• **WHAT YOU ARE ASKED TO DO**
Every line holding the string "TestRankByScore" is to be copied from the entries below.

Saved data entries:
_ _ _

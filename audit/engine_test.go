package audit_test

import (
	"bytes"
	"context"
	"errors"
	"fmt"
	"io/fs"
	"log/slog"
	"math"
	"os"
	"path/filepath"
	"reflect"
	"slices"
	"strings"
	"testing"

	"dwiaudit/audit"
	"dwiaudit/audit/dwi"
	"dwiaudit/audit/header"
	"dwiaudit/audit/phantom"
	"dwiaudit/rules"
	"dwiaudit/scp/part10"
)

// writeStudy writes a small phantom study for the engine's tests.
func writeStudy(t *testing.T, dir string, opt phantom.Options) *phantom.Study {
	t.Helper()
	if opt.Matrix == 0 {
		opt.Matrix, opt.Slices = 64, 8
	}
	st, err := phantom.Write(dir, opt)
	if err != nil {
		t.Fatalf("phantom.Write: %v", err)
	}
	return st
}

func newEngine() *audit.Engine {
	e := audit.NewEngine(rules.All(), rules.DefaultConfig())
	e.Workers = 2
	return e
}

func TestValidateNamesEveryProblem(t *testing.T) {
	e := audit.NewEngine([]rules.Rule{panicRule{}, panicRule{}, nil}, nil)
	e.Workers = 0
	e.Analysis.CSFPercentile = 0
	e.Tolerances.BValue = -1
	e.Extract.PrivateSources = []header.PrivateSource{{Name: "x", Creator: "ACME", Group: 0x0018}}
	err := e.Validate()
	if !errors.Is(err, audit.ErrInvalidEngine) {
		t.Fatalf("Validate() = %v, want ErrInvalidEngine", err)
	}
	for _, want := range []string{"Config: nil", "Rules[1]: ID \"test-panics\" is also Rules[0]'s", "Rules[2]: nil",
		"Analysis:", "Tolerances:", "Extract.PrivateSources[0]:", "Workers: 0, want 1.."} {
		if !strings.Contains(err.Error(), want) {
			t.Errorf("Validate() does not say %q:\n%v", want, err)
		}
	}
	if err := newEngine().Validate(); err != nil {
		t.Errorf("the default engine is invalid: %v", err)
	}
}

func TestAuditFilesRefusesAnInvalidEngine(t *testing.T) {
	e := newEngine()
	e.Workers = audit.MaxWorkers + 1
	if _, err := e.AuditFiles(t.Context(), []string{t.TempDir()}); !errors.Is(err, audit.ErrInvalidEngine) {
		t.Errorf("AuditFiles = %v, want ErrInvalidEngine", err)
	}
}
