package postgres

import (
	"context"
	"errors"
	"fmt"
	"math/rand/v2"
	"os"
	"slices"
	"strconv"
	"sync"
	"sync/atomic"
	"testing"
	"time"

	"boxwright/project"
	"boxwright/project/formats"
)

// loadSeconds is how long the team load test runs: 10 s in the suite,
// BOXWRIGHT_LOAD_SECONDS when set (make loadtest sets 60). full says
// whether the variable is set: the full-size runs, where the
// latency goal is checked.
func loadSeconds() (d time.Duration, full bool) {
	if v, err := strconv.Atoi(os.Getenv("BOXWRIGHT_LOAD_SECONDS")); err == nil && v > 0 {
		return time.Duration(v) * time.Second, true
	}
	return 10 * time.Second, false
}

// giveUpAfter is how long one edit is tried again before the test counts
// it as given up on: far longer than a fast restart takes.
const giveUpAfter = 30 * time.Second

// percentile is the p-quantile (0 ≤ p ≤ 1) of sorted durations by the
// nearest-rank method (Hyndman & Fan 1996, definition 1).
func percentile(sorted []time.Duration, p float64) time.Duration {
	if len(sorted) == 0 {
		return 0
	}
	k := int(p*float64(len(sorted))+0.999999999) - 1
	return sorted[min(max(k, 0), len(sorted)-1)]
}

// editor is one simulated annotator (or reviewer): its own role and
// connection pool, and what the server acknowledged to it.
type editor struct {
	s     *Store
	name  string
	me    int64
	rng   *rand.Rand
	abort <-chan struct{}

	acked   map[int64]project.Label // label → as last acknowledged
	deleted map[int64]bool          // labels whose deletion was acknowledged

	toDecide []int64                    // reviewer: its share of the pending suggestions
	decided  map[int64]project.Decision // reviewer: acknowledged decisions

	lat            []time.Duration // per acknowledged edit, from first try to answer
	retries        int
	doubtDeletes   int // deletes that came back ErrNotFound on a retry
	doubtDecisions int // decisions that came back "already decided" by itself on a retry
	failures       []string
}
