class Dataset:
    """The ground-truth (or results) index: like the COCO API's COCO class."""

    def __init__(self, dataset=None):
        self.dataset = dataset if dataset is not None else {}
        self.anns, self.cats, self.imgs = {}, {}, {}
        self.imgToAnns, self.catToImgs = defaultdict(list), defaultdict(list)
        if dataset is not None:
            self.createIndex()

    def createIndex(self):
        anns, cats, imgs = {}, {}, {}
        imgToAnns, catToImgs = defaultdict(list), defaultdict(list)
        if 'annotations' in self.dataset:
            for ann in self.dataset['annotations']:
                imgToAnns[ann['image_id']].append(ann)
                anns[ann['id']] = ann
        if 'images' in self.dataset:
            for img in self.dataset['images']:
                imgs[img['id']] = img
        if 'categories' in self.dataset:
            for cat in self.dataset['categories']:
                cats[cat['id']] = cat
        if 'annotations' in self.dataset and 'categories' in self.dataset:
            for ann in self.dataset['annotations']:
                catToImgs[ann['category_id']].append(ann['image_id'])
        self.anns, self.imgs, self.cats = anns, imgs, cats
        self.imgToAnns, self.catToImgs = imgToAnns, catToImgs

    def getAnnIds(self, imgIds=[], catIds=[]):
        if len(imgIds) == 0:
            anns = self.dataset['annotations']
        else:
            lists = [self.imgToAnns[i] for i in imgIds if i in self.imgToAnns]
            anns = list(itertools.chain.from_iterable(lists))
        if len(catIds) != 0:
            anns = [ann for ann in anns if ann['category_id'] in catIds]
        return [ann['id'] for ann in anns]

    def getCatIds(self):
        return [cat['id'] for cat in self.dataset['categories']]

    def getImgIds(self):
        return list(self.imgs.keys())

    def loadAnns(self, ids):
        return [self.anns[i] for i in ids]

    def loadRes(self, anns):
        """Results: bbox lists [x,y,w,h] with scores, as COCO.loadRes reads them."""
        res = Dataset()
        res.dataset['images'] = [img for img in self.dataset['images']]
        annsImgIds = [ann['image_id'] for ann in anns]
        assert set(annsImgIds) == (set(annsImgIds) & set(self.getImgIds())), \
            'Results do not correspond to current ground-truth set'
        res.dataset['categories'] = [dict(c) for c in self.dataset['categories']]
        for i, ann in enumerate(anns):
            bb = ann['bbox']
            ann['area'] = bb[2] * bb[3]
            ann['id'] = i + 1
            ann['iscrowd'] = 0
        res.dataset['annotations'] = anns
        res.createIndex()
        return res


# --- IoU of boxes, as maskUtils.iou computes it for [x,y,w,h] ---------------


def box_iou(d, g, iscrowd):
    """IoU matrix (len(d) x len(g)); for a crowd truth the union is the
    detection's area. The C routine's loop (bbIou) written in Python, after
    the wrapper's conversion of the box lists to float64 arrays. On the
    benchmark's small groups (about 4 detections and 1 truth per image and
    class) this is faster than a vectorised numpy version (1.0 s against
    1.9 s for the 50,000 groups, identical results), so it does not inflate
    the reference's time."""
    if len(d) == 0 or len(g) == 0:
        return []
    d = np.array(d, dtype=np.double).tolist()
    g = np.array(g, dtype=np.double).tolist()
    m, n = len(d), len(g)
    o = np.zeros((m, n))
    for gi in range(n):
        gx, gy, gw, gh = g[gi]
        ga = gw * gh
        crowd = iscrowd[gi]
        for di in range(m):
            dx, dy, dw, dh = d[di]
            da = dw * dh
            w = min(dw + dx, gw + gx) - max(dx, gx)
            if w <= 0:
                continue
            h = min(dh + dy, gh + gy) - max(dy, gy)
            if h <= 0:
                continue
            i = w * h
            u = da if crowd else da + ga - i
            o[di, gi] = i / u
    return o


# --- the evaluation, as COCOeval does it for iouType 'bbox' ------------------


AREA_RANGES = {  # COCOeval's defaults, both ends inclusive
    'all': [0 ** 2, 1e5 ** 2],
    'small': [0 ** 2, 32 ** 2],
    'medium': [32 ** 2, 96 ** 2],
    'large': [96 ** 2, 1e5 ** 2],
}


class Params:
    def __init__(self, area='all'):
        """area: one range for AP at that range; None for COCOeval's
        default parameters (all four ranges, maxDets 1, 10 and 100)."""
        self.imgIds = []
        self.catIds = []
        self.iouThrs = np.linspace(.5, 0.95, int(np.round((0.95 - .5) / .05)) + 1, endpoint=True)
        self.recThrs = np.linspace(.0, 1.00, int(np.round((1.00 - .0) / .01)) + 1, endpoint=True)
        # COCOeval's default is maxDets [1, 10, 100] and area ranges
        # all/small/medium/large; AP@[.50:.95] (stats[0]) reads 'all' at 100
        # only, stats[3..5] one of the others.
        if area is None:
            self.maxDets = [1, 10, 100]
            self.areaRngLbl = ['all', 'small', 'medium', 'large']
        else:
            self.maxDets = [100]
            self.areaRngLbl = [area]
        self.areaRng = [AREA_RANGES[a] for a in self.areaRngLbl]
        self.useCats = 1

_ _ _

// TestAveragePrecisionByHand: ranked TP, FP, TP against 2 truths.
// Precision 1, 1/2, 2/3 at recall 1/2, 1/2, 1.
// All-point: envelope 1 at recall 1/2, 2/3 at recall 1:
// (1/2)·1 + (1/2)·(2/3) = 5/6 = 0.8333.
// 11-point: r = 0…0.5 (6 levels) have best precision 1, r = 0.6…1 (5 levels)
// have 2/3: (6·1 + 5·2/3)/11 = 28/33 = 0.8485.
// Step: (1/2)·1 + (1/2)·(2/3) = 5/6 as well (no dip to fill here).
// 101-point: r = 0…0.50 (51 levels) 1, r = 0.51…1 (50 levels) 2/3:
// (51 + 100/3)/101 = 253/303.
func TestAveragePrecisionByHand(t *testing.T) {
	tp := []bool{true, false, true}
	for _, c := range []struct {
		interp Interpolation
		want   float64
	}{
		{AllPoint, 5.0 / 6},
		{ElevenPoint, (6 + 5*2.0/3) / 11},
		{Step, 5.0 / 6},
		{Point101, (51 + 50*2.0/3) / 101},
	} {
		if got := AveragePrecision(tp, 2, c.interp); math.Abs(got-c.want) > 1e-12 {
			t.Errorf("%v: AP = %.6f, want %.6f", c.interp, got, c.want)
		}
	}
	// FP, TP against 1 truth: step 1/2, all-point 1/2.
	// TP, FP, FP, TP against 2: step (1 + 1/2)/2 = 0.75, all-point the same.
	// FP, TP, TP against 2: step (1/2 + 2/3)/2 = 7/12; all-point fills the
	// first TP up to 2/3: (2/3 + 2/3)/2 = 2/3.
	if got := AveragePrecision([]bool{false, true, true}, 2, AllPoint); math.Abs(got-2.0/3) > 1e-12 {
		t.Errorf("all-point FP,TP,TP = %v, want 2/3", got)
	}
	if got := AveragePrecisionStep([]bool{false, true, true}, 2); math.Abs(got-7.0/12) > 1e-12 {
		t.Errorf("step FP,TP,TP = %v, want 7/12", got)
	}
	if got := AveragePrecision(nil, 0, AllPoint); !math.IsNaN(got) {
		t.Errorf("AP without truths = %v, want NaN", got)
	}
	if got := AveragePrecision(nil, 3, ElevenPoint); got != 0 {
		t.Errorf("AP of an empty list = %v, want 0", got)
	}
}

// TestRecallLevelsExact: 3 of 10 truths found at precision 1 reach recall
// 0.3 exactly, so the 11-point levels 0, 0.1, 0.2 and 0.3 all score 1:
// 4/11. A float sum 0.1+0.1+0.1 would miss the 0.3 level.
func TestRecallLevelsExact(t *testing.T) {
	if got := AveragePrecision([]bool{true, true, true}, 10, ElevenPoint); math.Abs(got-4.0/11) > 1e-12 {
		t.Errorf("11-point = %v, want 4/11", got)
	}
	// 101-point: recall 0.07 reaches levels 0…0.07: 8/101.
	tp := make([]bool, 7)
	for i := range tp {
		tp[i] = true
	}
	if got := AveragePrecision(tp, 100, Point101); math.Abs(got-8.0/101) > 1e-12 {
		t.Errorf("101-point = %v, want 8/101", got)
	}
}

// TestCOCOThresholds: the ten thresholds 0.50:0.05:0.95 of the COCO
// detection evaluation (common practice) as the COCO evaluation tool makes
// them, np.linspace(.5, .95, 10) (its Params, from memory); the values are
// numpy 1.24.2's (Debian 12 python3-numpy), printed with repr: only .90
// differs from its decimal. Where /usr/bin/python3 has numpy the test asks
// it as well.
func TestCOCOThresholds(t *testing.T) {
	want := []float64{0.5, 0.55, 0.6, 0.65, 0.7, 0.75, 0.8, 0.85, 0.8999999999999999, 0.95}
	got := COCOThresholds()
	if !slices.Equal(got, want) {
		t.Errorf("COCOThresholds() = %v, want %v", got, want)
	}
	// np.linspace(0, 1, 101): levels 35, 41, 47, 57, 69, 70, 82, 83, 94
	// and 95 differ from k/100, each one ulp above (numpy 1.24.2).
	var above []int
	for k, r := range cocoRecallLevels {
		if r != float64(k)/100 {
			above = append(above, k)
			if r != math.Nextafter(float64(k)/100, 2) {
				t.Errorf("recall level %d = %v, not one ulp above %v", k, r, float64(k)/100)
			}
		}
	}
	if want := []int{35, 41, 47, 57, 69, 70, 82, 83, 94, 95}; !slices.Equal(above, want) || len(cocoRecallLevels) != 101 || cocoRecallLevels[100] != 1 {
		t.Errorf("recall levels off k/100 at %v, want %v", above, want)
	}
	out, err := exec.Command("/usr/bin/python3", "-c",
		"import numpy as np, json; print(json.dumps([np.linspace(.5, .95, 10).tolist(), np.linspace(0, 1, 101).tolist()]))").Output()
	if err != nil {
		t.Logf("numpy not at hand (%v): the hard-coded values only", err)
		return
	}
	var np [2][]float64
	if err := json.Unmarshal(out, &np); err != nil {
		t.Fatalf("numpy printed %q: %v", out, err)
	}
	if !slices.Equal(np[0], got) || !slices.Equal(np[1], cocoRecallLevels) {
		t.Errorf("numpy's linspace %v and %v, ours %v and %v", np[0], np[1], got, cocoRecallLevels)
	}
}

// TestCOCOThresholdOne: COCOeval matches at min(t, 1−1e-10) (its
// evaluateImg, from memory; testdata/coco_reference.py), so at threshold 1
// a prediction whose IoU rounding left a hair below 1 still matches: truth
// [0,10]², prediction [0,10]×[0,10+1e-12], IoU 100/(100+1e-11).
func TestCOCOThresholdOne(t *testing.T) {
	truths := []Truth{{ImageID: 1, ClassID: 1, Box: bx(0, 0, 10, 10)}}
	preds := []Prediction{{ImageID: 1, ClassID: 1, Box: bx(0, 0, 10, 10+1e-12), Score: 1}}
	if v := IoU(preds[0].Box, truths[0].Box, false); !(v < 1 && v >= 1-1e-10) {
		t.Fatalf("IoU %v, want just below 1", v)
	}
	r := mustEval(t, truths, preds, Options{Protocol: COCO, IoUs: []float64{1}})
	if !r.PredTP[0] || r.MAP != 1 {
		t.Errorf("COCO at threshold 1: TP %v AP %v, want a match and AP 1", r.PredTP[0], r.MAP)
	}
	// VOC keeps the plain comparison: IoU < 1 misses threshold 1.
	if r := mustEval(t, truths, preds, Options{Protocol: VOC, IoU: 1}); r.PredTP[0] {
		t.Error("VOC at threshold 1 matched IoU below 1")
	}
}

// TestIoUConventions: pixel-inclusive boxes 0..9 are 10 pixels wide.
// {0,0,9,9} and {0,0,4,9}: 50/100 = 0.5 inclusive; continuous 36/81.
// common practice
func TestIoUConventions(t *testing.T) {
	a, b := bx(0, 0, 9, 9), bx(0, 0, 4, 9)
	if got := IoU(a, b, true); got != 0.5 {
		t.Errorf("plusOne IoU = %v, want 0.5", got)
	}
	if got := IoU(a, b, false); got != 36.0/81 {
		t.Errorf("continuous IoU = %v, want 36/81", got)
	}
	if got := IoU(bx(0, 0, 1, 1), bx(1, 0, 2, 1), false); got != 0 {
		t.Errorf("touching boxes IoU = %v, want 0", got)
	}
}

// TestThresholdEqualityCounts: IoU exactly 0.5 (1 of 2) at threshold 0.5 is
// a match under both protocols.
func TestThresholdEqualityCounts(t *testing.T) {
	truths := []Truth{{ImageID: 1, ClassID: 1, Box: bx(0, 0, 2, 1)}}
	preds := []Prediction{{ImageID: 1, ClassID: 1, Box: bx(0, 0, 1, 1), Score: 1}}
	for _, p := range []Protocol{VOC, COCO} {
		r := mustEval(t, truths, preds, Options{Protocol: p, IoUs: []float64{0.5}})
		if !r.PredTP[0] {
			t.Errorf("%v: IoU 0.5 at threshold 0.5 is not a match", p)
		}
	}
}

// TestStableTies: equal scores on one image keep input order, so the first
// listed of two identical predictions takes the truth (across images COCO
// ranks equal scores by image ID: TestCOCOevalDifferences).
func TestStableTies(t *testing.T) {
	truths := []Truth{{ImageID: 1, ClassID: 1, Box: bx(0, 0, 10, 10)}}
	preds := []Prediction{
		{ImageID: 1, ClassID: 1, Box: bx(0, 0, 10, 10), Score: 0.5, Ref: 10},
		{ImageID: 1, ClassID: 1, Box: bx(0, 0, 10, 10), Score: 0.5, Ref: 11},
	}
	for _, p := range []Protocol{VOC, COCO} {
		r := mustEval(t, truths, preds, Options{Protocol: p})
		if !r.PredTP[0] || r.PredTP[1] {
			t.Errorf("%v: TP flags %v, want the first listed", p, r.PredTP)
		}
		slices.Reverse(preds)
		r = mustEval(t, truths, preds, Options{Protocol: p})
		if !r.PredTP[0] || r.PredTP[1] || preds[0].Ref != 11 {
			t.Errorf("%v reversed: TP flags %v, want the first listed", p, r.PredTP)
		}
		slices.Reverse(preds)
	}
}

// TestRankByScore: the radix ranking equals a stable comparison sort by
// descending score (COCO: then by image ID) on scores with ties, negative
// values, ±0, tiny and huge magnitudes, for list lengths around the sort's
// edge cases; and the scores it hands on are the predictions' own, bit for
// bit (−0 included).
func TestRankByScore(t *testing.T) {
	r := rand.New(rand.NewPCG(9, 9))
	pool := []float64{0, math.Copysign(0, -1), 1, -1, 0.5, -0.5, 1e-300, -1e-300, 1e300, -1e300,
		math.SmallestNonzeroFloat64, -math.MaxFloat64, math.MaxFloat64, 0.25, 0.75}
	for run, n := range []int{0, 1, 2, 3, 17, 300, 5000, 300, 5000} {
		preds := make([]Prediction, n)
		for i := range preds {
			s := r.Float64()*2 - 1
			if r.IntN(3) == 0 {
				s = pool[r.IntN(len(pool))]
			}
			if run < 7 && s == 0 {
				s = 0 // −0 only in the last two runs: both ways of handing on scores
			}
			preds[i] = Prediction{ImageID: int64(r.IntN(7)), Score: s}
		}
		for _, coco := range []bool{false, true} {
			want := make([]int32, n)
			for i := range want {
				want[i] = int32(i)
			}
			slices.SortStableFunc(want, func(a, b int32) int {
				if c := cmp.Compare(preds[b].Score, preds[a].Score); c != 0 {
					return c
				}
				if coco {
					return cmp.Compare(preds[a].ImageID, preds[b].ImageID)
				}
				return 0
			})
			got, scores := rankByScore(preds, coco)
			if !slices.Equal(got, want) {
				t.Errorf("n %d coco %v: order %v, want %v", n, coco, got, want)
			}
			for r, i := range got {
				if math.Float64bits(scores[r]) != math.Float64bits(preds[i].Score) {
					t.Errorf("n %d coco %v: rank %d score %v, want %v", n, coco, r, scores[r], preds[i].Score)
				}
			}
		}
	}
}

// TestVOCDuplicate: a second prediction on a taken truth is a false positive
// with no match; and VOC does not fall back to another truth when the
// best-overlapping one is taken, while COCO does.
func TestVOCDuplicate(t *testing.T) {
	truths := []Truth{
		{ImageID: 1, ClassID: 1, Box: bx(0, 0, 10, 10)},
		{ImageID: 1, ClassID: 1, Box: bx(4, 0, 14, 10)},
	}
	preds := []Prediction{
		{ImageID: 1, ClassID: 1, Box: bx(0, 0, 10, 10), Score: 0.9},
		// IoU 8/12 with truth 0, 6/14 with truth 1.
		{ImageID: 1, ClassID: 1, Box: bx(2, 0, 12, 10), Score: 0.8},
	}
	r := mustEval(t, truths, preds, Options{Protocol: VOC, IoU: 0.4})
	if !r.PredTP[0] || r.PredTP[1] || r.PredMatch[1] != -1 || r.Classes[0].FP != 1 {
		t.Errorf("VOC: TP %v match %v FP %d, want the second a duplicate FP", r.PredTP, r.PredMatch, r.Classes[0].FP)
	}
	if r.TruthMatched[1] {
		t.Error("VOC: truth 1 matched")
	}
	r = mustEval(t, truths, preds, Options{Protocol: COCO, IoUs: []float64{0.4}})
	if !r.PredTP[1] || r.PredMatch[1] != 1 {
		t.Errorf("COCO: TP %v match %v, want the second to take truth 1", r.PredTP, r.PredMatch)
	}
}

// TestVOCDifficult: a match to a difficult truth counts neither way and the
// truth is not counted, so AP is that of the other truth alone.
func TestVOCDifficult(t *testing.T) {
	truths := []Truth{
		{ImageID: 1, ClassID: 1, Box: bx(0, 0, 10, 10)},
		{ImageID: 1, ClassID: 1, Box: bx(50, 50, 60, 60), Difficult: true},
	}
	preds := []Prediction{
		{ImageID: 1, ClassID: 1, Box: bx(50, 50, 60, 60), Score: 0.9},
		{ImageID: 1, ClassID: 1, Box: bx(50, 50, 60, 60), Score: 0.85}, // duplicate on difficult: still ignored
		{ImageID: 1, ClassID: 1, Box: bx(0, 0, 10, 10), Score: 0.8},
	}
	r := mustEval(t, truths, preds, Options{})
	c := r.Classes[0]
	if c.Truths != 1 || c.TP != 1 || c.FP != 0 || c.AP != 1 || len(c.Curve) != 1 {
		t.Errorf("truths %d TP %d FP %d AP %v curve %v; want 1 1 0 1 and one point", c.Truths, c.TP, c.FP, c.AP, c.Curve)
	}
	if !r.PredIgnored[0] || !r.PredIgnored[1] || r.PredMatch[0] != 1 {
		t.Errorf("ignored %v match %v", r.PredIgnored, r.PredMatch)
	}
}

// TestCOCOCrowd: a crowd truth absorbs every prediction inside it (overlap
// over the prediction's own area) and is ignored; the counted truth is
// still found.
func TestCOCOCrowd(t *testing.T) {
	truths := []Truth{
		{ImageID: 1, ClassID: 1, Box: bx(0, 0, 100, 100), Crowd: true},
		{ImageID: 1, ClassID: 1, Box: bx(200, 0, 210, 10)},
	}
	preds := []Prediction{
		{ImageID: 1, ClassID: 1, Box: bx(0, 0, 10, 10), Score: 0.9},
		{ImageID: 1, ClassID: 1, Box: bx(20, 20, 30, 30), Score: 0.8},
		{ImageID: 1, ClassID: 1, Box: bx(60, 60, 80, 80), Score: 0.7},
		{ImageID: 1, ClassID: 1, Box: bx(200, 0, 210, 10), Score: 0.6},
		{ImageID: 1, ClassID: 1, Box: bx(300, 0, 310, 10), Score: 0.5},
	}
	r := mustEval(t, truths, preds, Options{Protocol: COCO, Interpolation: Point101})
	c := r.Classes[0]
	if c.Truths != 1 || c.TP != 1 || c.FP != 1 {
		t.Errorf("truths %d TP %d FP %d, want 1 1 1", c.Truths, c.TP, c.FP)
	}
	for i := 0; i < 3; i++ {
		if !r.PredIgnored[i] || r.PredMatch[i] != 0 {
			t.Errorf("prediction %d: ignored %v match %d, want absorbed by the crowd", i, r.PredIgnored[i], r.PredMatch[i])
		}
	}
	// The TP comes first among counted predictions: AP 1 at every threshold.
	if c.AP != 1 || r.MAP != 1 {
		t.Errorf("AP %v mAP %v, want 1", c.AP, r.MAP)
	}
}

_ _ _

• **REPLY TO THE TASK**
// TestRankByScore: the radix ranking equals a stable comparison sort by
func TestRankByScore(t *testing.T) {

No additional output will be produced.